## Work required
Scan the records below for the string "typed" and return every line where it appears.

## Stored records

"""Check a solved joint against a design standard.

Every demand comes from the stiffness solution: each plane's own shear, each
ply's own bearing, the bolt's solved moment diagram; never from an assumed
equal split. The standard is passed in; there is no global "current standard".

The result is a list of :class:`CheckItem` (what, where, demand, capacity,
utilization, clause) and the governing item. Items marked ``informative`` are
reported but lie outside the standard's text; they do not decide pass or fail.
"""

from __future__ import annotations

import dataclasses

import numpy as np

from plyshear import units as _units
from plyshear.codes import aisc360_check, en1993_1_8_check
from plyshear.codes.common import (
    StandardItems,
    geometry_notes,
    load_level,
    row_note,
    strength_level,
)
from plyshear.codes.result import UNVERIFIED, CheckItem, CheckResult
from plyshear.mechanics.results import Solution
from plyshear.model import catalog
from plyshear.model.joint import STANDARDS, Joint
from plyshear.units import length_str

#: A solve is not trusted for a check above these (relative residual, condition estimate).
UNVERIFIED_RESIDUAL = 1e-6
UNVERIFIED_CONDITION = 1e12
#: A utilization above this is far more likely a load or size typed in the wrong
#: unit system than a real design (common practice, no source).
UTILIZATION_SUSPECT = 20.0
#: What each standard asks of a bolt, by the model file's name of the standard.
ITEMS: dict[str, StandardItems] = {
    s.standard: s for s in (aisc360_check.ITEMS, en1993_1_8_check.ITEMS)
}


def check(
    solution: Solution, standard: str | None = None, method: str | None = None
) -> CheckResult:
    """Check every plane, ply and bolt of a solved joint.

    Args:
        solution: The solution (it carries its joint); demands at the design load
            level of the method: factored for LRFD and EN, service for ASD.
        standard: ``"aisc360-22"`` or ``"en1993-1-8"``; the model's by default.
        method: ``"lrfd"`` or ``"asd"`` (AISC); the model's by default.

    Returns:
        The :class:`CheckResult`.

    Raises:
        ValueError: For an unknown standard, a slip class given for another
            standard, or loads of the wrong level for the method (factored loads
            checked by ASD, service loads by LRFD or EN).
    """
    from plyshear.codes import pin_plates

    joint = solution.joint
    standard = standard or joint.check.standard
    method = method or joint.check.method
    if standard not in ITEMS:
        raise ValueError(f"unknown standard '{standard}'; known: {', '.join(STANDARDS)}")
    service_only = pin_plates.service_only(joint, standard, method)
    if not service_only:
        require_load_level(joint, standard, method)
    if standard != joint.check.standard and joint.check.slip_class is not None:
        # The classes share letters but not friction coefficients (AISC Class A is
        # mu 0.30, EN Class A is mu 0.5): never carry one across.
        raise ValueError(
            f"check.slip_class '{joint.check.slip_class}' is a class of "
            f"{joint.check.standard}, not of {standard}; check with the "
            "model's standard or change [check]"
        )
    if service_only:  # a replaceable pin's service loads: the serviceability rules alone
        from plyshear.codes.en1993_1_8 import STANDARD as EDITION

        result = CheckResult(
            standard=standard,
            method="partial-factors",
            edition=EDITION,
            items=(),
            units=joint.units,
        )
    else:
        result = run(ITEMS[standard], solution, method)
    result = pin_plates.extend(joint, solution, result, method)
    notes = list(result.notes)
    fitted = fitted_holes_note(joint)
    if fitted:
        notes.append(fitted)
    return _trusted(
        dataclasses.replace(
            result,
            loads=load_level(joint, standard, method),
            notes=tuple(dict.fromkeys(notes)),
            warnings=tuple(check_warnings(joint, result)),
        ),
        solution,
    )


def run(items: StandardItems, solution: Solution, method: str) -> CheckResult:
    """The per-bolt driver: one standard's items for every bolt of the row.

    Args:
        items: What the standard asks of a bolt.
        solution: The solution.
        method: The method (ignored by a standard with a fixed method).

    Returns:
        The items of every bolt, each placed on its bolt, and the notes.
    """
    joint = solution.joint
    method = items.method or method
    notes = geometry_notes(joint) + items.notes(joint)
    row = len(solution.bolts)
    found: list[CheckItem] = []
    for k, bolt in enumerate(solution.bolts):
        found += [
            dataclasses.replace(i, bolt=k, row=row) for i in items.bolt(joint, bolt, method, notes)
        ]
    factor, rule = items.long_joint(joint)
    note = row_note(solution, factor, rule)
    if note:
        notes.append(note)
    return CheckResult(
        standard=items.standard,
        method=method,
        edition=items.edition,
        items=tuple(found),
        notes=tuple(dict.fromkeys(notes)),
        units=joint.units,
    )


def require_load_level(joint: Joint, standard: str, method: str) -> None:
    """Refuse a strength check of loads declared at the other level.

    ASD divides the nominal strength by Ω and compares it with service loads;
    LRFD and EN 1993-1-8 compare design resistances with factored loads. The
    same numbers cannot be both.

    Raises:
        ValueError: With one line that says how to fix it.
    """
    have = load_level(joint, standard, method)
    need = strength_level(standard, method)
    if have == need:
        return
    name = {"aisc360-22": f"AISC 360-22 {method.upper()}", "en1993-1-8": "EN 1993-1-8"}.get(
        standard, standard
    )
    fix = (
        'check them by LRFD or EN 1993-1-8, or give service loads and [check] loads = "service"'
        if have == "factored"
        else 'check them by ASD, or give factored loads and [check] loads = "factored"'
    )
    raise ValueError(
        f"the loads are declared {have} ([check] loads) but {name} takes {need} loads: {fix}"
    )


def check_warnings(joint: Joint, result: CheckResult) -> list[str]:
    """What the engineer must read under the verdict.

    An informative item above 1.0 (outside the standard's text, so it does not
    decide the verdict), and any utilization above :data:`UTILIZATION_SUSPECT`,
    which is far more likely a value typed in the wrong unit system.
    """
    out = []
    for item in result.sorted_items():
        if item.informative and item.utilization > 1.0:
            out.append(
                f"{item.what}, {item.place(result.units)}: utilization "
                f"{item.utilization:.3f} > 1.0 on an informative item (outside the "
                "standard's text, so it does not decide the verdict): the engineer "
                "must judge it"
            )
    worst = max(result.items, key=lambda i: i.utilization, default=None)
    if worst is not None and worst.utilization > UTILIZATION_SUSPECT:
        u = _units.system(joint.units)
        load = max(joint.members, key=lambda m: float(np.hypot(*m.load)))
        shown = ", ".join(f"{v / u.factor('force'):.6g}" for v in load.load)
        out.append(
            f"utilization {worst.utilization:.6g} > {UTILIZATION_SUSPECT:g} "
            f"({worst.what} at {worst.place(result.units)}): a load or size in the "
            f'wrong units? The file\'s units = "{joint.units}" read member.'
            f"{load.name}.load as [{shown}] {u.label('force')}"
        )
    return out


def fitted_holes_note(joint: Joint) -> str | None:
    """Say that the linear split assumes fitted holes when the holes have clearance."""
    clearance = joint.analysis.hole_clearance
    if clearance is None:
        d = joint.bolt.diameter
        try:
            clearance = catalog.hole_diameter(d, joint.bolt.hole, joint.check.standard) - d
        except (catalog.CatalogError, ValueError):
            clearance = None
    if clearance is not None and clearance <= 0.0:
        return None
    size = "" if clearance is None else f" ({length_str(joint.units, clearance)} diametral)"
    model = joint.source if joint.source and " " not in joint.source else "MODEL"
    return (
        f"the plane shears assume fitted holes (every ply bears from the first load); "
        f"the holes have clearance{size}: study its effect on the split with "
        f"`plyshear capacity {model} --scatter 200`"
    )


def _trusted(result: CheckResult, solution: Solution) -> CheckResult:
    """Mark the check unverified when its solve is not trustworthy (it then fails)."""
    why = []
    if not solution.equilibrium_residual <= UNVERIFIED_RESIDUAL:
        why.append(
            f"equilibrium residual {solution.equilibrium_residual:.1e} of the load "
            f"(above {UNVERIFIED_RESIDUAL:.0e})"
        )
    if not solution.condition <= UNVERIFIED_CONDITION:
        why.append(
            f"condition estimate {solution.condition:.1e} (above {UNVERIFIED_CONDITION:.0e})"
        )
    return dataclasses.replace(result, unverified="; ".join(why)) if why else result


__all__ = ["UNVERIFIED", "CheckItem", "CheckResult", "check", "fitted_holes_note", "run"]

## Answer space
#: A utilization above this is far more likely a load or size typed in the wrong
    which is far more likely a value typed in the wrong unit system.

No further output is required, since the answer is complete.